Landscape features influence gene flow as measured by cost-distance and genetic analyses: a case study for giant pandas in the Daxiangling and Xiaoxiangling Mountains
1 Key Laboratory of Animal Ecology and Conservation Biology, Institute of Zoology, Chinese Academy of Sciences, Datunlu, Chaoyang District, Beijing, 100101, People's Republic of China
2 China Wildlife Conservation Association, No 18, Hepingli East Street, Beijing, 100714, People's Republic of China
BMC Genetics 2010, 11:72 doi:10.1186/1471-2156-11-72Published: 23 July 2010
Gene flow maintains genetic diversity within a species and is influenced by individual behavior and the geographical features of the species' habitat. Here, we have characterized the geographical distribution of genetic patterns in giant pandas (Ailuropoda melanoleuca) living in four isolated patches of the Xiaoxiangling and Daxiangling Mountains. Three geographic distance definitions were used with the "isolation by distance theory": Euclidean distance (EUD), least-cost path distance (LCD) defined by food resources, and LCD defined by habitat suitability.
A total of 136 genotypes were obtained from 192 fecal samples and one blood sample, corresponding to 53 unique genotypes. Geographical maps plotted at high resolution using smaller neighborhood radius definitions produced large cost distances, because smaller radii include a finer level of detail in considering each pixel.
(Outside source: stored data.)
-- The case records of a made-up county housing-repair office, the same on every run.
--
-- Needs:  an empty database, and SQLite with its mathematical functions (3.35 or newer). It does
--         not need the Ladderline extension.
-- Leaves: repair         30,000 repair cases reported from 2022 to 2024, one row a case
--         district_year  population and dwellings of each district by year
--         week           every Monday of the three years, so that weeks without cases count as 0
--         raw_import     part of the same cases as a CSV import leaves them: every column is text,
--                        with the blanks, codes and words that such files bring
--
-- Every name is invented. Chance comes from fifteen streams of one generator (Park & Miller 1988
-- with the multiplier 48271), so that every run makes the same cases.

BEGIN;

CREATE TABLE repair(
  case_id          INTEGER PRIMARY KEY,
  reported         TEXT NOT NULL,  -- ISO date
  closed           TEXT,           -- NULL while the case is open on 2024-12-31
  district         TEXT NOT NULL,
  trade            TEXT NOT NULL,
  dwellings        INTEGER NOT NULL,  -- in the building concerned
  building_age     INTEGER,           -- years; NULL where the file does not say
  visits           INTEGER,           -- NULL while the case is open
  days_open        INTEGER,           -- NULL while the case is open
  cost             REAL,              -- EUR; NULL while the case is open; 0 under guarantee
  cost_source      TEXT,              -- 'invoice', or 'estimate': known only roughly
  inspection_score INTEGER            -- 0 to 100; NULL where nobody inspected
);

CREATE TABLE district_year(
  district   TEXT,
  year       INTEGER,
  population INTEGER NOT NULL,
  dwellings  INTEGER NOT NULL,
  PRIMARY KEY (district, year)
);

CREATE TABLE week(monday TEXT PRIMARY KEY);

-- share: where the next district begins on the scale from 0 to 1; effect: on the log of the cost.
CREATE TEMP TABLE place(district TEXT, share_from REAL, share_to REAL, effect REAL,
                        population INTEGER, dwellings INTEGER, growth REAL, oldest INTEGER);
INSERT INTO temp.place VALUES
  ('Ashquill',      0.0000, 0.2100,  0.00, 21400, 9630, 1.006, 120),
  ('Brindmoor',     0.2100, 0.3700,  0.12, 14900, 6420, 0.997, 140),
  ('Corvane',       0.3700, 0.5200, -0.05, 16800, 7310, 1.011,  90),
  ('Dellhythe',     0.5200, 0.6500,  0.20, 11200, 5080, 1.002, 135),
  ('Elmstrand',     0.6500, 0.7700, -0.10, 13700, 5870, 1.008,  70),
  ('Farrowick',     0.7700, 0.8800,  0.05,  9600, 4390, 0.994, 140),
  ('Grenholt',      0.8800, 0.99998, -0.15, 12300, 5150, 1.015, 110),
  ('Saltspur Isle', 0.99998, 1.0000,  0.30,   190,   88, 0.990, 130);

CREATE TEMP TABLE craft(trade TEXT, summer_from REAL, summer_to REAL, winter_from REAL,
                        winter_to REAL, effect REAL, log_days REAL);
INSERT INTO temp.craft VALUES
  ('Plumbing',   0.00, 0.24, 0.00, 0.20,  0.00, 1.9),
  ('Electrical', 0.24, 0.39, 0.20, 0.32,  0.10, 1.8),
  ('Heating',    0.39, 0.46, 0.32, 0.54,  0.45, 1.5),
  ('Damp',       0.46, 0.55, 0.54, 0.71,  0.60, 3.2),
  ('Carpentry',  0.55, 0.71, 0.71, 0.80, -0.10, 2.6),
  ('Roofing',    0.71, 0.82, 0.80, 0.89,  0.85, 3.0),
  ('Glazing',    0.82, 0.91, 0.89, 0.95, -0.20, 2.2),
  ('Drainage',   0.91, 1.00, 0.95, 1.00,  0.25, 1.7);

CREATE TEMP TABLE drawn AS
WITH RECURSIVE stream(i, a, b, c, d, e, f, g, h, j, k, l, m, n, o, p) AS (
  SELECT 1, 1291394886, 407355683, 854716505, 564586691, 192302371, 1203428207, 1738531149,
         1098894339, 1882556969, 2136927794, 1559527823, 182605794, 1914720637, 1596680831, 271135913
  UNION ALL
  SELECT i + 1, a * 48271 % 2147483647, b * 48271 % 2147483647, c * 48271 % 2147483647,
         d * 48271 % 2147483647, e * 48271 % 2147483647, f * 48271 % 2147483647,
         g * 48271 % 2147483647, h * 48271 % 2147483647, j * 48271 % 2147483647,
         k * 48271 % 2147483647, l * 48271 % 2147483647, m * 48271 % 2147483647,
         n * 48271 % 2147483647, o * 48271 % 2147483647, p * 48271 % 2147483647
  FROM stream WHERE i < 30000
),
uniform AS (
  SELECT i,
         a / 2147483647.0 AS u_day, b / 2147483647.0 AS u_place, c / 2147483647.0 AS u_craft,
         d / 2147483647.0 AS u_size, e / 2147483647.0 AS u_age, f / 2147483647.0 AS u_visits,
         g / 2147483647.0 AS u_free, h / 2147483647.0 AS u_source, j / 2147483647.0 AS u_score,
         k / 2147483647.0 AS u_seen, l / 2147483647.0 AS u_unknown,
         -- Box and Muller: two normal deviates from two uniform ones.
         sqrt(-2 * ln(m / 2147483647.0)) * cos(2 * pi() * n / 2147483647.0) AS z_cost,
         sqrt(-2 * ln(m / 2147483647.0)) * sin(2 * pi() * n / 2147483647.0) AS z_days,
         sqrt(-2 * ln(o / 2147483647.0)) * cos(2 * pi() * p / 2147483647.0) AS z_size
  FROM stream
),
-- A flooded street: 110 of the cases are drainage calls from Corvane in one week.
placed AS (
  SELECT uniform.*, i % 273 = 0 AS flooded,
         CASE WHEN i % 273 = 0 THEN date('2024-10-14', (i % 6) || ' days')
              ELSE date('2022-01-01', CAST(u_day * 1096 AS INTEGER) || ' days') END AS reported,
         CASE WHEN u_size < 0.4 THEN 1
              ELSE min(120, 2 + CAST(exp(1.1 + 1.0 * z_size) AS INTEGER)) END AS dwellings
  FROM uniform
)
SELECT placed.*, place.district, place.oldest, place.effect AS place_effect,
       craft.trade, craft.effect AS craft_effect, craft.log_days
FROM placed
JOIN temp.place ON CASE WHEN flooded THEN district = 'Corvane'
                        ELSE u_place >= share_from AND u_place < share_to END
JOIN temp.craft ON CASE WHEN flooded THEN trade = 'Drainage'
                        WHEN strftime('%m', reported) IN ('11', '12', '01', '02', '03')
                        THEN u_craft >= winter_from AND u_craft < winter_to
                        ELSE u_craft >= summer_from AND u_craft < summer_to END;

INSERT INTO repair
WITH dated AS (
  SELECT drawn.*,
         1 + CAST((oldest - 1) * pow(u_age, 1.3) AS INTEGER) AS age,
         1 + CAST(exp(log_days + 0.8 * z_days) AS INTEGER) AS days,
         1 + CAST(-0.9 * ln(u_visits) AS INTEGER) AS visits
  FROM temp.drawn
),
costed AS (
  SELECT dated.*,
         date(reported, days || ' days') AS closed,
         CASE WHEN u_source < 0.25 THEN 'estimate' ELSE 'invoice' END AS cost_source,
         exp(4.1 + 0.30 * ln(dwellings) + 0.006 * age + craft_effect + place_effect +
             0.22 * (visits - 1) +
             -- An estimate scatters more than an invoice, and is right on average: -0.18 is half the
             -- difference of the variances 0.6^2 and 0.85^2.
             CASE WHEN u_source < 0.25 THEN 0.85 * z_cost - 0.18 ELSE 0.6 * z_cost END) AS eur
  FROM dated
)
SELECT row_number() OVER (ORDER BY reported, i),
       reported,
       CASE WHEN closed <= '2024-12-31' THEN closed END,
       district, trade, dwellings,
       CASE WHEN u_unknown >= 0.02 THEN age END,
       CASE WHEN closed <= '2024-12-31' THEN visits END,
       CASE WHEN closed <= '2024-12-31' THEN days END,
       CASE WHEN closed > '2024-12-31' THEN NULL
            WHEN u_free < 0.03 THEN 0.0
            WHEN cost_source = 'estimate' THEN max(10, round(eur / 10) * 10)
            ELSE round(eur, 2) END,
       CASE WHEN closed <= '2024-12-31' THEN cost_source END,
       CASE WHEN u_seen < 0.7 AND closed <= '2024-12-31'
            THEN max(0, 100 + CAST((7 + 0.05 * age) * ln(u_score) AS INTEGER)) END
FROM costed;

INSERT INTO district_year
SELECT district, value,
       CAST(round(population * pow(growth, value - 2022)) AS INTEGER),
       CAST(round(dwellings * pow(growth, value - 2022)) AS INTEGER)
FROM temp.place, (SELECT 2022 AS value UNION ALL SELECT 2023 UNION ALL SELECT 2024);

INSERT INTO week
WITH RECURSIVE mondays(monday) AS (
  SELECT '2022-01-03' UNION ALL
  SELECT date(monday, '7 days') FROM mondays WHERE monday < '2024-12-23'
)
SELECT monday FROM mondays;

-- What a careless export makes of the records of autumn 2024.
CREATE TABLE raw_import(
  case_no          TEXT,  -- with leading zeros
  reported         TEXT,
  ward             TEXT,  -- a code: '03' is not 3
  building_age     TEXT,
  dwellings        TEXT,
  cost             TEXT,
  inspection_score TEXT
);
INSERT INTO raw_import
SELECT printf('%06d', case_id),
       CASE WHEN case_id % 97 = 0 THEN strftime('%d/%m/%Y', reported) ELSE reported END,
       printf('%02d', unicode(district) - 64),
       CASE WHEN building_age IS NULL THEN iif(case_id % 2, '', 'n/a')
            WHEN case_id % 61 = 0 THEN '-99'
            WHEN case_id % 83 = 0 THEN 'about ' || building_age
            WHEN case_id % 11 = 0 THEN ' ' || building_age || ' '
            WHEN case_id % 401 = 0 THEN '1931-05-01'
            ELSE CAST(building_age AS TEXT) END,
       CASE WHEN case_id % 53 = 0 THEN '' ELSE CAST(dwellings AS TEXT) END,
       CASE WHEN cost IS NULL THEN ' '
            WHEN cost >= 1000 THEN printf('%,d', cost) || substr(printf('%.2f', cost), -3)
            WHEN case_id % 71 = 0 THEN 'guarantee'
            ELSE printf('%.2f', cost) END,
       CASE WHEN inspection_score IS NULL THEN iif(case_id % 3, 'n/a', '-')
            ELSE CAST(inspection_score AS TEXT) END
FROM repair WHERE reported >= '2024-09-01';

DROP TABLE temp.drawn;
DROP TABLE temp.craft;
DROP TABLE temp.place;

COMMIT;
Mantel tests showed that most correlation indices, particularly bamboo resources defined for different sizes of raster cell, were slightly larger than the correlations calculated for the Euclidean distance, with the exception of Patch C. We found that natural barriers might have decreased gene flow between the Xiaoxiangling and Daxiangling regions.
Landscape features were found to partially influence gene flow in the giant panda population. This result is closely linked to the biological character and behavior of giant pandas because, as bamboo feeders, individuals spend most of their lives eating bamboo or moving within the bamboo forest. Landscape-based genetic analysis suggests that gene flow will be enhanced if the connectivity between currently fragmented bamboo forests is increased.